A simple way to check: search the clinic name with "Prelude," "private equity," or "owned by" to find any network affiliations. Ask the clinic directly if you want to confirm. The answer to "who owns this clinic?" is a legitimate question to ask.
From my research
The private equity angle was something I only found out about from The Big Freeze — I had no idea before reading it. The fertility industry has undergone significant consolidation, and the idea that a clinic could be independently branded but PE-owned wasn't something I thought to look for before starting. Worth knowing earlier than I did.
What I'd tell a friend
Ask who owns the clinic. Directly. Before you commit to anything. It's a legitimate medical question and a good clinic answers it without hesitation. If the answer involves a network you haven't heard of, search the network name plus 'private equity' before your next appointment.
What surprised me
How little the clinic's website told me about what actually mattered. Beautiful waiting rooms, impressive bios, vague language about individualized care — none of it told me about lab accreditation, director tenure, or ownership structure. Everything that actually distinguished clinics required asking directly or looking up independently.

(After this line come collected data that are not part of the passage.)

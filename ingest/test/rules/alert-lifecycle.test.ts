import type { RuleDecision } from '@wellkept/core';
import { startMailCatcher, useTestDatabase, type MailCatcher } from '@wellkept/db/testing';
import pg from 'pg';
import { afterAll, beforeAll, describe, expect, it } from 'vitest';
import {
  createCompany,
  createSite,
  startRulesApp,
  type RulesApp,
  type TestSite,
} from './support/rules-harness.js';

const database = useTestDatabase('rules_lifecycle');
let catcher: MailCatcher;
let rules: RulesApp;
let site: TestSite;

beforeAll(async () => {
  catcher = await startMailCatcher();
  rules = await startRulesApp(database.url, catcher);
  const company = await createCompany(database.db);
  site = await createSite(database.db, company.id);
});

afterAll(async () => {
  await rules?.close();
  await catcher?.stop();
});

function decision(
  action: RuleDecision['action'],
  overrides: Partial<RuleDecision> = {},
): RuleDecision {
  return {
    kind: 'dry_run',
    subject: 'well',
    action,
    severity: action === 'open' || action === 'keep' ? 'watch' : null,
    summary: `pump well ${action}`,
    evidence: {
      fromT: 1_700_000_000,
      toT: 1_700_000_300,
      observed: [{ label: 'Mean current', value: 2.1, unit: 'A', t: 1_700_000_200 }],
      thresholds: [{ label: 'Opens below', value: 0.6, unit: 'fraction' }],
    },
    ...overrides,
  };
}

async function alertRows() {
  return database.db
    .selectFrom('alerts')
    .selectAll()
    .where('site_id', '=', site.id)
    .orderBy('opened_at')
    .execute();
}

async function eventRows() {
  return database.db
    .selectFrom('alert_events')
    .select(['event', 'alert_id', 'note', 'evidence', 'user_id'])
    .where('site_id', '=', site.id)
    .orderBy('id')
    .execute();
}

describe('the alert lifecycle', () => {
  it('opens once with its evidence, keeps, escalates, clears and reopens with one history', async () => {
    const t0 = new Date('2026-11-20T10:00:00Z');
    const opened = await rules.lifecycle.apply(site.id, [decision('open')], t0);
    expect(opened.map((c) => c.event)).toEqual(['opened']);
    // The same fault seen again does not open a second alert.
    expect(await rules.lifecycle.apply(site.id, [decision('open')], t0)).toEqual([]);
    expect(await rules.lifecycle.apply(site.id, [decision('keep')], t0)).toEqual([]);
    let alerts = await alertRows();
    expect(alerts).toHaveLength(1);
    expect(alerts[0]).toMatchObject({
      kind: 'dry_run',
      subject: 'well',
      status: 'open',
      severity: 'watch',
    });
    expect(alerts[0]!.evidence).toMatchObject({
      observed: [{ label: 'Mean current', value: 2.1 }],
    });

    // A worse reading raises the severity without a new history row.
    await rules.lifecycle.apply(
      site.id,
      [decision('keep', { severity: 'act', summary: 'worse' })],
      new Date(t0.getTime() + 60_000),
    );
    alerts = await alertRows();
    expect(alerts[0]).toMatchObject({ severity: 'act', summary: 'worse' });
    expect((await eventRows()).map((e) => e.event)).toEqual(['opened']);

    const cleared = await rules.lifecycle.apply(
      site.id,
      [decision('clear', { summary: 'current back to 7.4 A' })],
      new Date(t0.getTime() + 3_600_000),
    );
    expect(cleared.map((c) => c.event)).toEqual(['cleared']);
    alerts = await alertRows();
    expect(alerts[0]).toMatchObject({
      status: 'cleared',
      clear_note: 'current back to 7.4 A',
      cleared_by: null,
    });

    // Back within the reopen window: the same alert reopens, with its count.
    const reopened = await rules.lifecycle.apply(
      site.id,
      [decision('open')],
      new Date(t0.getTime() + 7_200_000),
    );
    expect(reopened.map((c) => c.event)).toEqual(['reopened']);
    alerts = await alertRows();
    expect(alerts).toHaveLength(1);
    expect(alerts[0]).toMatchObject({ status: 'open', reopened_count: 1, cleared_at: null });
    expect((await eventRows()).map((e) => e.event)).toEqual(['opened', 'cleared', 'reopened']);

    // Cleared and back long after the window: a new alert.
    await rules.lifecycle.apply(site.id, [decision('clear')], new Date(t0.getTime() + 8_000_000));
    await rules.lifecycle.apply(
      site.id,
      [decision('open')],
      new Date(t0.getTime() + 8_000_000 + 13 * 3_600_000),
    );
    alerts = await alertRows();
    expect(alerts.map((a) => a.status)).toEqual(['cleared', 'open']);
  });

  it('keeps one open alert when evaluations race', async () => {
    const at = new Date('2026-11-21T10:00:00Z');
    const d = decision('open', { kind: 'short_cycling', subject: 'well' });
    const results = await Promise.all(
      Array.from({ length: 6 }, () => rules.lifecycle.apply(site.id, [d], at)),
    );
    expect(results.flat()).toHaveLength(1);
    const open = (await alertRows()).filter(
      (a) => a.kind === 'short_cycling' && a.status !== 'cleared',
    );
    expect(open).toHaveLength(1);
  });

  it('does not clear or touch what a person already cleared', async () => {
    const at = new Date('2026-11-22T10:00:00Z');
    await rules.lifecycle.apply(
      site.id,
      [decision('open', { kind: 'water_low', subject: 'main' })],
      at,
    );
    const [alert] = (await alertRows()).filter((a) => a.kind === 'water_low');
    await database.db
      .updateTable('alerts')
      .set({ status: 'cleared', cleared_at: at, clear_note: 'tank refilled by hauler' })
      .where('id', '=', alert!.id)
      .execute();
    const changes = await rules.lifecycle.apply(
      site.id,
      [decision('clear', { kind: 'water_low', subject: 'main' })],
      new Date(at.getTime() + 60_000),
    );
    expect(changes).toEqual([]);
    const after = (await alertRows()).find((a) => a.id === alert!.id)!;
    expect(after.clear_note).toBe('tank refilled by hauler');
  });

  it('announces each change on site_updates with what: ["alerts"]', async () => {
    const client = new pg.Client({ connectionString: database.url });
    await client.connect();
    const heard: { siteId: string; what: string[] }[] = [];
    client.on('notification', (n) => heard.push(JSON.parse(n.payload ?? '{}')));
    await client.query('listen site_updates');
    try {
      await rules.lifecycle.apply(
        site.id,
        [decision('open', { kind: 'no_charge', subject: '' })],
        new Date('2026-11-23T18:00:00Z'),
      );
      const deadline = Date.now() + 5000;
      while (!heard.some((h) => h.siteId === site.id) && Date.now() < deadline) {
        await new Promise((r) => setTimeout(r, 20));
      }
      expect(heard).toContainEqual(expect.objectContaining({ siteId: site.id, what: ['alerts'] }));
    } finally {
      await client.end();
    }
  });
});
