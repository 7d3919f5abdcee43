import { describe, expect, it } from 'vitest';
import { surelyReporting } from '../../src/rules/silence-screen.js';
import type { SiteForRules } from '../../src/rules/site-config.repository.js';

// Our own contract (no published value): a site is left out of the tick's silence round only
// when core's gateway_silent evaluator would decide nothing for it.

const nowT = Date.UTC(2026, 11, 3, 12) / 1000;

function site(
  id: string,
  reportingIntervalSeconds: number,
  overrides: SiteForRules['overrides'] = {},
): SiteForRules {
  return {
    id,
    companyId: 'company',
    name: id,
    config: {
      timeZone: 'UTC',
      location: { latitudeDegrees: 35, longitudeDegrees: -106, elevationMetres: 1500 },
      battery: null,
      pvArrays: [],
      pumps: [],
      tanks: [],
      floatSwitches: [],
      gateways: [{ id: `gw-${id}`, reportingIntervalSeconds }],
    },
    overrides,
    disabled: new Set(),
    equipmentNames: new Map(),
  };
}

/** The sites of `sites` that the tick may leave out of its silence round. */
function sitesSurelyReporting(
  sites: ReadonlyMap<string, SiteForRules>,
  newest: ReadonlyMap<string, number>,
  withOpenAlert: ReadonlySet<string>,
  nowT: number,
): Set<string> {
  return new Set(
    [...sites.values()]
      .filter((s) => surelyReporting(s, newest.get(s.id), withOpenAlert.has(s.id), nowT))
      .map((s) => s.id),
  );
}

describe('surelyReporting', () => {
  it('keeps only sites whose gateways are within their limit and have no open alert', () => {
    // Reporting every 60 s: silent after 5 intervals (300 s, core's default).
    const sites = new Map(
      ['recent', 'edge', 'silent', 'alerted', 'never', 'ahead', 'patient'].map((id) => [
        id,
        site(id, 60, id === 'patient' ? { gateway_silent: { silentAfterIntervals: 20 } } : {}),
      ]),
    );
    const newest = new Map([
      ['recent', nowT - 30],
      ['edge', nowT - 300],
      ['silent', nowT - 301],
      ['alerted', nowT - 30],
      // A gateway clock a little ahead: counts as now.
      ['ahead', nowT + 120],
      // Quiet for 10 intervals, but this site allows 20.
      ['patient', nowT - 600],
    ]);
    const reporting = sitesSurelyReporting(sites, newest, new Set(['alerted']), nowT);
    expect([...reporting].sort()).toEqual(['ahead', 'edge', 'patient', 'recent']);
  });

  it("follows each site's own reporting interval", () => {
    const sites = new Map([
      ['slow', site('slow', 900)],
      ['fast', site('fast', 10)],
    ]);
    const newest = new Map([
      ['slow', nowT - 1800],
      ['fast', nowT - 1800],
    ]);
    expect([...sitesSurelyReporting(sites, newest, new Set(), nowT)]).toEqual(['slow']);
  });
});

Refund and guarantee programs — what they actually require
Some clinics — most notably Spring Fertility and Shady Grove Fertility — offer "refund" or "guarantee" programs that return fees if the process doesn't result in a live birth. These programs are marketed prominently. The details matter significantly.
Eligibility requirements are real and restrictive. Most guarantee programs have strict age cutoffs (often under 38), AMH minimums, AFC requirements, and BMI limits. Many people researching these programs won't qualify once they read the eligibility criteria carefully.
What's included and excluded varies. Some programs cover only the egg freezing cycles; others extend to embryo transfer. Medication costs, anesthesia, and storage are typically excluded.
The refund isn't the goal. Enrolling in a guarantee program and hoping for the refund means hoping the process doesn't work. The guarantee is a risk-sharing mechanism for people who qualify and want to reduce financial downside — not a reason to choose a clinic.
If a refund program is being considered: read the full eligibility requirements, ask what's included and excluded, ask what the success rate is for patients who enrolled versus those who didn't, and understand exactly what conditions trigger a refund. The details are always more complicated than the headline.